2. Clintonism Continued
Another possibility is that the conservative era yields not to its liberal antithesis, but to a Third Way synthesis. This would mean picking up where Clinton left off in terms of fiscal responsibility, governmental reform, and global cooperation and engagement. In such an era, the momentum would come not from an energized left but from a vital center. Neo-Clintonism would seek out compromise with moderate Republicans to put the federal fiscal house in order while pursuing health-care and other reforms in an incremental rather than a sweeping way. The natural leader of this movement would be, of course, Hillary Clinton.
3. The Muddled Middle
We could be headed for a period in which no clear political direction emerges—imagine the Gerald Ford/Jimmy Carter period, which connects two eras but doesn’t count as one itself. A muddled-middle interregnum would favor social, economic, and security moderates—Rockefeller Republicans, Southern Democrats, and idiosyncratic independents compromising on responsible, consensus policies. It would be a period of single terms, bipartisan commissions, and strange bedfellows. Politicians with this kind of crossover appeal include Colin Powell, Christine Todd Whitman, Rudy Giuliani, Michael Bloomberg, Arnold Schwarzenegger, and Joe Lieberman. Schwarzenegger can never be president because he was born in Austria. Lieberman can never be president for reasons too numerous to mention.
4. Bushism Without Bush
If any hope exists for a conservative restoration, the best shot is probably the Bush formula of tax-cutting and security toughness—without Bush’s excesses, errors and blatant religiosity. Such an era might be characterized by more-responsible Reaganomics, a refocused war on terror, and the continued march of conservative judicial activism. The person best positioned to lead this kind of movement is John McCain, a zealous political reformer and a secular security hawk. But McCain has some issues of his own.

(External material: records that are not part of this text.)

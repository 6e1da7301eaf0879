package main

import (
	"fmt"
	"io"
	"os"

	"nodelife/engine/plan"
	"nodelife/engine/report"
	"nodelife/engine/scenario"
)

// cmdChart writes a scenario's state-of-charge chart as SVG, its daily rows
// as CSV or its swaps as CSV. The scenario is read and planned as `nodelife
// plan --fast` does: no advice.
func cmdChart(args []string, stdin io.Reader, stdout io.Writer) error {
	fs := newFlags("chart")
	asSVG := fs.Bool("svg", false, "the chart as SVG (the default)")
	asCSV := fs.Bool("csv", false, "the daily rows as CSV")
	swapsCSV := fs.Bool("swaps-csv", false, "the swaps as CSV")
	width := fs.Int("width", report.DefaultWidth, "the chart's width, px")
	height := fs.Int("height", report.DefaultHeight, "the chart's height, px")
	// Accept the flags after the file name too, as plan does.
	var files []string
	for len(args) > 0 {
		if err := parseFlags(fs, args); err != nil {
			return err
		}
		args = fs.Args()
		if len(args) > 0 {
			files, args = append(files, args[0]), args[1:]
		}
	}
	formats := 0
	for _, on := range []bool{*asSVG, *asCSV, *swapsCSV} {
		if on {
			formats++
		}
	}
	if formats > 1 {
		return usageError{"chart: give one of --svg, --csv and --swaps-csv"}
	}
	if *width < report.MinWidth || *width > report.MaxWidth {
		return usageError{fmt.Sprintf("chart: --width %d is out of range (allowed: %d to %d px)", *width, report.MinWidth, report.MaxWidth)}
	}
	if *height < report.MinHeight || *height > report.MaxHeight {
		return usageError{fmt.Sprintf("chart: --height %d is out of range (allowed: %d to %d px)", *height, report.MinHeight, report.MaxHeight)}
	}
	if len(files) != 1 {
		return usageError{"chart: give one scenario file (\"-\" reads standard input); `nodelife demo` prints an example"}
	}
	name := files[0]
	var data []byte
	var err error
	if name == "-" {
		name = "standard input"
		data, err = io.ReadAll(stdin)
	} else {
		data, err = os.ReadFile(name)
	}
	if err != nil {
		return usageError{err.Error()}
	}
	s, err := scenario.Parse(data)
	if err != nil {
		return usageError{prefixLines(name, err)}
	}
	in, err := readInputs(s, name, files[0] == "-")
	if err != nil {
		return usageError{prefixLines(name, err)}
	}
	r, err := plan.RunWith(s, in)
	if err != nil {
		return usageError{prefixLines(name, err)}
	}
	var out []byte
	switch {
	case *asCSV:
		out = report.DailyCSV(r)
	case *swapsCSV:
		out = report.SwapsCSV(r)
	default:
		out = report.SVG(r, report.SVGOptions{Width: *width, Height: *height, ReservePct: s.Plan.ReservePct})
	}
	_, err = stdout.Write(out)
	return err
}
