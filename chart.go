package main

import (
	"fmt"
	"io"

	"nodelife/engine/plan"
	"nodelife/engine/report"
)

// cmdChart writes a scenario's state-of-charge chart as SVG, its daily rows
// as CSV or its swaps as CSV. The scenario is read and planned as `nodelife
// plan --fast` does: no advice.
func cmdChart(args []string, stdin io.Reader, stdout io.Writer) error {
	fs := newFlags("chart")
	asSVG := fs.Bool("svg", false, "the chart as SVG (the default)")
	asCSV := fs.Bool("csv", false, "the daily rows as CSV")
	swapsCSV := fs.Bool("swaps-csv", false, "the swaps as CSV")
	width := fs.Int("width", report.DefaultWidth, "the chart's width, px")
	height := fs.Int("height", report.DefaultHeight, "the chart's height, px")
	files, err := fileArgs(fs, args)
	if err != nil {
		return err
	}
	formats := 0
	for _, on := range []bool{*asSVG, *asCSV, *swapsCSV} {
		if on {
			formats++
		}
	}
	if formats > 1 {
		return usageError{"chart: give one of --svg, --csv and --swaps-csv"}
	}
	if *width < report.MinWidth || *width > report.MaxWidth {
		return usageError{fmt.Sprintf("chart: --width %d is out of range (allowed: %d to %d px)", *width, report.MinWidth, report.MaxWidth)}
	}
	if *height < report.MinHeight || *height > report.MaxHeight {
		return usageError{fmt.Sprintf("chart: --height %d is out of range (allowed: %d to %d px)", *height, report.MinHeight, report.MaxHeight)}
	}
	if len(files) != 1 {
		return usageError{"chart: give one scenario file (\"-\" reads standard input); `nodelife demo` prints an example"}
	}
	s, in, name, err := loadScenario(files[0], stdin)
	if err != nil {
		return err
	}
	r, err := plan.RunWith(s, in)
	if err != nil {
		return usageError{prefixLines(name, err)}
	}
	var out []byte
	switch {
	case *asCSV:
		out = report.DailyCSV(r)
	case *swapsCSV:
		out = report.SwapsCSV(r)
	default:
		out = report.SVG(r, report.SVGOptions{Width: *width, Height: *height, ReservePct: s.Plan.ReservePct,
			Shading: report.ShadingFor(s)})
	}
	_, err = stdout.Write(out)
	return err
}
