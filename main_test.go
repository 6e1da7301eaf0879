package main

import (
	"bytes"
	"context"
	"encoding/json"
	"os"
	"path/filepath"
	"regexp"
	"strings"
	"testing"
	"time"

	"github.com/stretchr/testify/assert"
	"github.com/stretchr/testify/require"

	"nodelife/engine/plan"
	"nodelife/engine/scenario"
)

func runCmd(t *testing.T, stdin string, args ...string) (code int, stdout, stderr string) {
	t.Helper()
	var out, errOut bytes.Buffer
	code = run(args, strings.NewReader(stdin), &out, &errOut)
	return code, out.String(), errOut.String()
}

func writeFile(t *testing.T, name string, data []byte) string {
	t.Helper()
	p := filepath.Join(t.TempDir(), name)
	require.NoError(t, os.WriteFile(p, data, 0o644))
	return p
}

func TestPlanJSONMatchesEngine(t *testing.T) {
	p := writeFile(t, "demo.json", scenario.DemoJSON())
	for _, args := range [][]string{{"plan", "--json", p}, {"plan", p, "--json"}} {
		code, out, errOut := runCmd(t, "", args...)
		require.Equal(t, 0, code, errOut)
		var got, want any
		require.NoError(t, json.Unmarshal([]byte(out), &got))
		full, err := plan.Plan(context.Background(), scenario.Demo(), plan.Inputs{}, plan.AdviceOptions{})
		require.NoError(t, err)
		b, _ := json.Marshal(full)
		require.NoError(t, json.Unmarshal(b, &want))
		assert.Equal(t, want, got)
	}
	// Standard input.
	code, out, _ := runCmd(t, string(scenario.DemoJSON()), "plan", "--json", "-")
	assert.Equal(t, 0, code)
	assert.Contains(t, out, `"lifetime_days"`)
}

func TestPlanSummary(t *testing.T) {
	p := writeFile(t, "demo.json", scenario.DemoJSON())
	code, out, _ := runCmd(t, "", "plan", p)
	require.Equal(t, 0, code)
	r := mustPlan(t, scenario.Demo())
	assert.Contains(t, out, "Lasts         "+r.Lifetime+": cells flat on "+*r.FirstBrownout)
	assert.Contains(t, out, *r.FirstBrownout)
	assert.Contains(t, out, "First swap    visit on "+r.Swaps[0].Date+"; the cells come due on "+r.Swaps[0].Due)
	assert.Contains(t, out, "planning aid")
}

func TestBadInputExitsTwo(t *testing.T) {
	bad := writeFile(t, "store-12.json", []byte(`{"cells": {"capacity_mah": -5}, "node": {"vision": {"fsp": 3}}}`))
	code, out, errOut := runCmd(t, "", "plan", bad)
	assert.Equal(t, 2, code)
	assert.Empty(t, out)
	lines := strings.Split(strings.TrimSpace(errOut), "\n")
	require.Len(t, lines, 2)
	// Each line: the file, the JSON path, the value and what is allowed.
	assert.Equal(t, "nodelife: "+bad+": cells.capacity_mah: -5 is out of range (allowed: a number from 1 to 1000000 mAh, or null)", lines[0])
	assert.Contains(t, lines[1], bad+`: node.vision.fsp: is not a known key; did you mean "node.vision.fps"?`)

	syntax := writeFile(t, "broken.json", []byte("{\n  \"name\": \"x\",\n}"))
	code, _, errOut = runCmd(t, "", "plan", syntax)
	assert.Equal(t, 2, code)
	assert.Contains(t, errOut, syntax+": line 3, column 1:")

	code, _, errOut = runCmd(t, "", "plan", filepath.Join(t.TempDir(), "missing.json"))
	assert.Equal(t, 2, code)
	assert.Contains(t, errOut, "missing.json")

	for _, args := range [][]string{{}, {"frobnicate"}, {"plan"}, {"plan", "a.json", "b.json"}, {"cells", "--bogus"}} {
		code, _, errOut := runCmd(t, "", args...)
		assert.Equal(t, 2, code, "%v", args)
		assert.NotEmpty(t, errOut, "%v", args)
	}
}

func TestCellsJSON(t *testing.T) {
	code, out, _ := runCmd(t, "", "cells", "--json")
	require.Equal(t, 0, code)
	var lib struct {
		Chemistries []struct {
			ID      string `json:"id"`
			Sources []struct {
				Field, Source string
			} `json:"sources"`
		} `json:"chemistries"`
	}
	require.NoError(t, json.Unmarshal([]byte(out), &lib))
	var ids []string
	for _, c := range lib.Chemistries {
		ids = append(ids, c.ID)
		assert.NotEmpty(t, c.Sources, c.ID)
	}
	assert.Subset(t, ids, []string{"li-socl2", "alkaline", "li-ion"})

	code, out, _ = runCmd(t, "", "cells")
	assert.Equal(t, 0, code)
	assert.Contains(t, out, "li-socl2: lithium thionyl chloride")
}

func TestDemoAndSchema(t *testing.T) {
	code, out, _ := runCmd(t, "", "demo")
	require.Equal(t, 0, code)
	_, err := scenario.Parse([]byte(out))
	assert.NoError(t, err)
	code, out, _ = runCmd(t, "", "schema")
	require.Equal(t, 0, code)
	committed, err := os.ReadFile("engine/scenario/schema.json")
	require.NoError(t, err)
	assert.True(t, string(committed) == out, "engine/scenario/schema.json differs from `nodelife schema`: run `make schema`")
}

// TestREADMEDocumentsTheFormats keeps the README's tables in step with the
// scenario fields and the result's keys.
func TestREADMEDocumentsTheFormats(t *testing.T) {
	readme, err := os.ReadFile("README.md")
	require.NoError(t, err)
	text := string(readme)
	for _, f := range scenario.Fields() {
		assert.True(t, strings.Contains(text, "| `"+f.Path+"` |"), "README lacks scenario field %s", f.Path)
	}
	// A scenario with a panel, so that every advice key is there.
	s := scenario.Demo()
	s.Site.Placement, s.Harvest.Kind, s.Cells.Chemistry, s.Cells.Form = scenario.Outdoor, scenario.HarvestPanel, "li-ion", "14500"
	s.Plan.Years, s.Plan.WeatherYears = 2, 3
	full, err := plan.Plan(context.Background(), s, plan.Inputs{}, plan.AdviceOptions{})
	require.NoError(t, err)
	b, err := json.Marshal(full)
	require.NoError(t, err)
	var m map[string]any
	require.NoError(t, json.Unmarshal(b, &m))
	for k := range m {
		assert.True(t, strings.Contains(text, "`"+k+"`"), "README lacks result key %s", k)
	}
	for k, v := range m["advice"].(map[string]any) {
		assert.True(t, strings.Contains(text, "`"+k+"`"), "README lacks advice key %s", k)
		if obj, ok := v.(map[string]any); ok {
			for k2 := range obj {
				assert.True(t, strings.Contains(text, "`"+k2+"`"), "README lacks advice key %s.%s", k, k2)
			}
		}
	}
	for k := range m["energy_wh"].(map[string]any) {
		assert.True(t, strings.Contains(text, "`"+k+"`"), "README lacks energy_wh key %s", k)
	}
	for k := range m["daily"].([]any)[0].(map[string]any) {
		assert.True(t, strings.Contains(text, "`"+k+"`"), "README lacks daily key %s", k)
	}
	// Every caution code the engine can raise is listed.
	src, err := os.ReadFile("engine/plan/cautions.go")
	require.NoError(t, err)
	codes := regexp.MustCompile(`(?:add\(|Code: )"([a-z-]+)"`).FindAllStringSubmatch(string(src), -1)
	require.NotEmpty(t, codes)
	for _, c := range codes {
		assert.True(t, strings.Contains(text, "`"+c[1]+"`"), "README lacks caution %s", c[1])
	}
}

func mustPlan(t *testing.T, s scenario.Scenario) plan.Result {
	t.Helper()
	r, err := plan.Run(s)
	require.NoError(t, err)
	return r
}

func TestSunCommand(t *testing.T) {
	// Reda & Andreas SPA example (NREL/TP-560-34302, Table A5.1), compared
	// with the NOAA-equation values and tolerances of REFERENCE-VALUES §1a:
	// geometric zenith 50.127926°, azimuth 194.342583°, EoT 14.64661 min,
	// sunrise 06:12:43 local (13:12:43 UT) within 60 s.
	code, out, errOut := runCmd(t, "", "sun", "--lat", "39.742476", "--lon", "-105.1786", "--time", "2003-10-17T12:30:30-07:00", "--json")
	require.Equal(t, 0, code, errOut)
	var r map[string]any
	require.NoError(t, json.Unmarshal([]byte(out), &r))
	assert.InDelta(t, 50.127926, r["zenith_deg"], 0.01)
	assert.InDelta(t, 194.342583, r["azimuth_deg"], 0.01)
	assert.InDelta(t, 14.64661, r["equation_of_time_min"], 0.02)
	assert.InDelta(t, 39.891362, r["elevation_deg"], 0.02) // NOAA apparent elevation
	rise, err := time.Parse(time.RFC3339, r["sunrise"].(string))
	require.NoError(t, err)
	assert.InDelta(t, 0, rise.Sub(time.Date(2003, 10, 17, 13, 12, 43, 0, time.UTC)).Seconds(), 60)
	assert.Nil(t, r["polar"])
	// Daily extraterrestrial irradiation, D&B eq. 1.10.3 at φ = 39.7425°,
	// δ = −9.3158°, 1361 W/m² / R² with R = 0.99654 AU (REFERENCE-VALUES §1a)
	// [CALC, separate Python session]: 6316 Wh/m²; the engine takes δ at solar
	// noon rather than 12:30, hence the tolerance.
	assert.InDelta(t, 6316, r["extraterrestrial_daily_wh_m2"], 15)

	// Polar night in Svalbard at the December solstice: no rise, no set.
	code, out, _ = runCmd(t, "", "sun", "--lat", "78.2", "--lon", "15.6", "--time", "2027-12-21T12:00:00+01:00", "--json")
	require.Equal(t, 0, code)
	require.NoError(t, json.Unmarshal([]byte(out), &r))
	assert.Equal(t, "night", r["polar"])
	assert.Nil(t, r["sunrise"])
	assert.Nil(t, r["sunset"])
	assert.Equal(t, 0.0, r["day_length_h"])
	assert.Equal(t, 0.0, r["extraterrestrial_daily_wh_m2"])

	code, out, _ = runCmd(t, "", "sun", "--lat", "39.74", "--lon", "-105.18", "--time", "2027-06-21T12:00:00-06:00")
	assert.Equal(t, 0, code)
	assert.Contains(t, out, "sunrise")

	for _, args := range [][]string{
		{"sun", "--lat", "91", "--lon", "0", "--time", "2027-01-01T00:00:00Z"},
		{"sun", "--lat", "10", "--lon", "0", "--time", "yesterday"},
		{"sun", "--lat", "10"},
	} {
		code, _, errOut := runCmd(t, "", args...)
		assert.Equal(t, 2, code, "%v", args)
		assert.NotEmpty(t, errOut)
	}
}

func TestPlanWithWeatherFile(t *testing.T) {
	dir := t.TempDir()
	data, err := os.ReadFile("engine/weather/testdata/nsrdb-tmy3-724666-golden-co.csv")
	require.NoError(t, err)
	require.NoError(t, os.WriteFile(filepath.Join(dir, "golden.csv"), data, 0o644))
	s := scenario.Demo()
	s.Site.LatDeg, s.Site.LonDeg, s.Site.Timezone = 39.742, -105.179, "America/Denver"
	s.Site.Placement, s.Site.WeatherFile = scenario.Outdoor, "golden.csv"
	s.Harvest.Kind = scenario.HarvestPanel
	s.Cells.Chemistry, s.Cells.Form = "li-ion", "18650"
	p := filepath.Join(dir, "golden-node.json")
	require.NoError(t, os.WriteFile(p, s.JSON(), 0o644))
	code, out, errOut := runCmd(t, "", "plan", "--json", p)
	require.Equal(t, 0, code, errOut)
	var r plan.Result
	require.NoError(t, json.Unmarshal([]byte(out), &r))
	assert.Greater(t, r.EnergyWh.Harvested, 0.0)
	// The file's coldest hour at Golden is far below freezing (TMY3 dry-bulb).
	assert.Less(t, r.TempMinC, -10.0)
	assert.NotContains(t, codesOf(r), "weather-file-far")

	// A missing file is bad input, named at its JSON path.
	s.Site.WeatherFile = "nowhere.epw"
	require.NoError(t, os.WriteFile(p, s.JSON(), 0o644))
	code, _, errOut = runCmd(t, "", "plan", p)
	assert.Equal(t, 2, code)
	assert.Contains(t, errOut, "site.weather_file")
	assert.Contains(t, errOut, "nowhere.epw")
}

func codesOf(r plan.Result) []string {
	var cs []string
	for _, c := range r.Cautions {
		cs = append(cs, c.Code)
	}
	return cs
}

func TestPresetsCommand(t *testing.T) {
	code, out, _ := runCmd(t, "", "presets", "--json")
	require.Equal(t, 0, code)
	var rep struct {
		Profiles []struct {
			ID     string         `json:"id"`
			Values map[string]any `json:"values"`
		} `json:"node_profiles"`
		Occupancies []struct{ ID string } `json:"occupancies"`
		Climates    []struct {
			ID    string    `json:"id"`
			TminC []float64 `json:"tmin_c"`
		} `json:"climates"`
	}
	require.NoError(t, json.Unmarshal([]byte(out), &rep))
	assert.Len(t, rep.Profiles, len(scenario.Profiles()))
	assert.NotEmpty(t, rep.Profiles[0].Values)
	assert.NotEmpty(t, rep.Occupancies)
	assert.Len(t, rep.Climates[0].TminC, 12)
	code, out, _ = runCmd(t, "", "presets")
	assert.Equal(t, 0, code)
	assert.Contains(t, out, "doorway-counter")
}

func TestSummarySaysWhatEndsTheCells(t *testing.T) {
	s := scenario.Demo()
	s.Site.Placement, s.Site.FixedTempC = scenario.Fixed, -25
	s.Cells.Chemistry, s.Cells.Form = "alkaline", "D" // rated down to −18 °C
	s.Plan.Years = 1
	p := writeFile(t, "freezer.json", s.JSON())
	code, out, _ := runCmd(t, "", "plan", "--fast", p)
	require.Equal(t, 0, code)
	assert.Contains(t, out, "leave their rated temperature range")
	assert.NotContains(t, out, "cells flat on")
}
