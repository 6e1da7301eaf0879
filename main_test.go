package main

import (
	"bytes"
	"encoding/json"
	"os"
	"path/filepath"
	"strings"
	"testing"

	"github.com/stretchr/testify/assert"
	"github.com/stretchr/testify/require"

	"nodelife/engine/plan"
	"nodelife/engine/scenario"
)

func runCmd(t *testing.T, stdin string, args ...string) (code int, stdout, stderr string) {
	t.Helper()
	var out, errOut bytes.Buffer
	code = run(args, strings.NewReader(stdin), &out, &errOut)
	return code, out.String(), errOut.String()
}

func writeFile(t *testing.T, name string, data []byte) string {
	t.Helper()
	p := filepath.Join(t.TempDir(), name)
	require.NoError(t, os.WriteFile(p, data, 0o644))
	return p
}

func TestPlanJSONMatchesEngine(t *testing.T) {
	p := writeFile(t, "demo.json", scenario.DemoJSON())
	for _, args := range [][]string{{"plan", "--json", p}, {"plan", p, "--json"}} {
		code, out, errOut := runCmd(t, "", args...)
		require.Equal(t, 0, code, errOut)
		var got, want any
		require.NoError(t, json.Unmarshal([]byte(out), &got))
		b, _ := json.Marshal(plan.Run(scenario.Demo()))
		require.NoError(t, json.Unmarshal(b, &want))
		assert.Equal(t, want, got)
	}
	// Standard input.
	code, out, _ := runCmd(t, string(scenario.DemoJSON()), "plan", "--json", "-")
	assert.Equal(t, 0, code)
	assert.Contains(t, out, `"lifetime_days"`)
}

func TestPlanSummary(t *testing.T) {
	p := writeFile(t, "demo.json", scenario.DemoJSON())
	code, out, _ := runCmd(t, "", "plan", p)
	require.Equal(t, 0, code)
	r := plan.Run(scenario.Demo())
	assert.Contains(t, out, "Lasts         "+r.Lifetime)
	assert.Contains(t, out, *r.FirstBrownout)
	assert.Contains(t, out, "First swap    "+r.Swaps[0].Date)
	assert.Contains(t, out, "planning aid")
}

func TestBadInputExitsTwo(t *testing.T) {
	bad := writeFile(t, "store-12.json", []byte(`{"cells": {"capacity_mah": -5}, "node": {"vision": {"fsp": 3}}}`))
	code, out, errOut := runCmd(t, "", "plan", bad)
	assert.Equal(t, 2, code)
	assert.Empty(t, out)
	lines := strings.Split(strings.TrimSpace(errOut), "\n")
	require.Len(t, lines, 2)
	// Each line: the file, the JSON path, the value and what is allowed.
	assert.Equal(t, "nodelife: "+bad+": cells.capacity_mah: -5 is out of range (allowed: a number from 1 to 1000000 mAh, or null)", lines[0])
	assert.Contains(t, lines[1], bad+`: node.vision.fsp: is not a known key; did you mean "node.vision.fps"?`)

	syntax := writeFile(t, "broken.json", []byte("{\n  \"name\": \"x\",\n}"))
	code, _, errOut = runCmd(t, "", "plan", syntax)
	assert.Equal(t, 2, code)
	assert.Contains(t, errOut, syntax+": line 3, column 1:")

	code, _, errOut = runCmd(t, "", "plan", filepath.Join(t.TempDir(), "missing.json"))
	assert.Equal(t, 2, code)
	assert.Contains(t, errOut, "missing.json")

	for _, args := range [][]string{{}, {"frobnicate"}, {"plan"}, {"plan", "a.json", "b.json"}, {"cells", "--bogus"}} {
		code, _, errOut := runCmd(t, "", args...)
		assert.Equal(t, 2, code, "%v", args)
		assert.NotEmpty(t, errOut, "%v", args)
	}
}

func TestCellsJSON(t *testing.T) {
	code, out, _ := runCmd(t, "", "cells", "--json")
	require.Equal(t, 0, code)
	var lib struct {
		Chemistries []struct {
			ID      string `json:"id"`
			Sources []struct {
				Field, Source string
			} `json:"sources"`
		} `json:"chemistries"`
	}
	require.NoError(t, json.Unmarshal([]byte(out), &lib))
	var ids []string
	for _, c := range lib.Chemistries {
		ids = append(ids, c.ID)
		assert.NotEmpty(t, c.Sources, c.ID)
	}
	assert.Subset(t, ids, []string{"li-socl2", "alkaline", "li-ion"})

	code, out, _ = runCmd(t, "", "cells")
	assert.Equal(t, 0, code)
	assert.Contains(t, out, "li-socl2: lithium thionyl chloride")
}

func TestDemoAndSchema(t *testing.T) {
	code, out, _ := runCmd(t, "", "demo")
	require.Equal(t, 0, code)
	_, err := scenario.Parse([]byte(out))
	assert.NoError(t, err)
	code, out, _ = runCmd(t, "", "schema")
	require.Equal(t, 0, code)
	committed, err := os.ReadFile("engine/scenario/schema.json")
	require.NoError(t, err)
	assert.Equal(t, string(committed), out)
}

// TestREADMEDocumentsTheFormats keeps the README's tables in step with the
// scenario fields and the result's keys.
func TestREADMEDocumentsTheFormats(t *testing.T) {
	readme, err := os.ReadFile("README.md")
	require.NoError(t, err)
	text := string(readme)
	for _, f := range scenario.Fields() {
		assert.Contains(t, text, "| `"+f.Path+"` |", "README lacks scenario field %s", f.Path)
	}
	b, err := json.Marshal(plan.Run(scenario.Demo()))
	require.NoError(t, err)
	var m map[string]any
	require.NoError(t, json.Unmarshal(b, &m))
	for k := range m {
		assert.Contains(t, text, "`"+k+"`", "README lacks result key %s", k)
	}
	for k := range m["energy_wh"].(map[string]any) {
		assert.Contains(t, text, "`"+k+"`", "README lacks energy_wh key %s", k)
	}
	for _, c := range []string{"outside-rated-temperature", "cold-capacity", "passivation", "lithium-primary", "rechargeable-without-harvest"} {
		assert.Contains(t, text, "`"+c+"`")
	}
}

An unexpected rupture—bird flu, a nuclear attack, an economic crisis—could change all these calculations. Few in 1928 could have predicted the Depression and New Deal that were just ahead. Few in 1962 could have seen the Vietnam War and a conflict of generations coming. A fifth, very likely possibility is that we’re headed for something else entirely, and that it’s behind a corner no one can see around.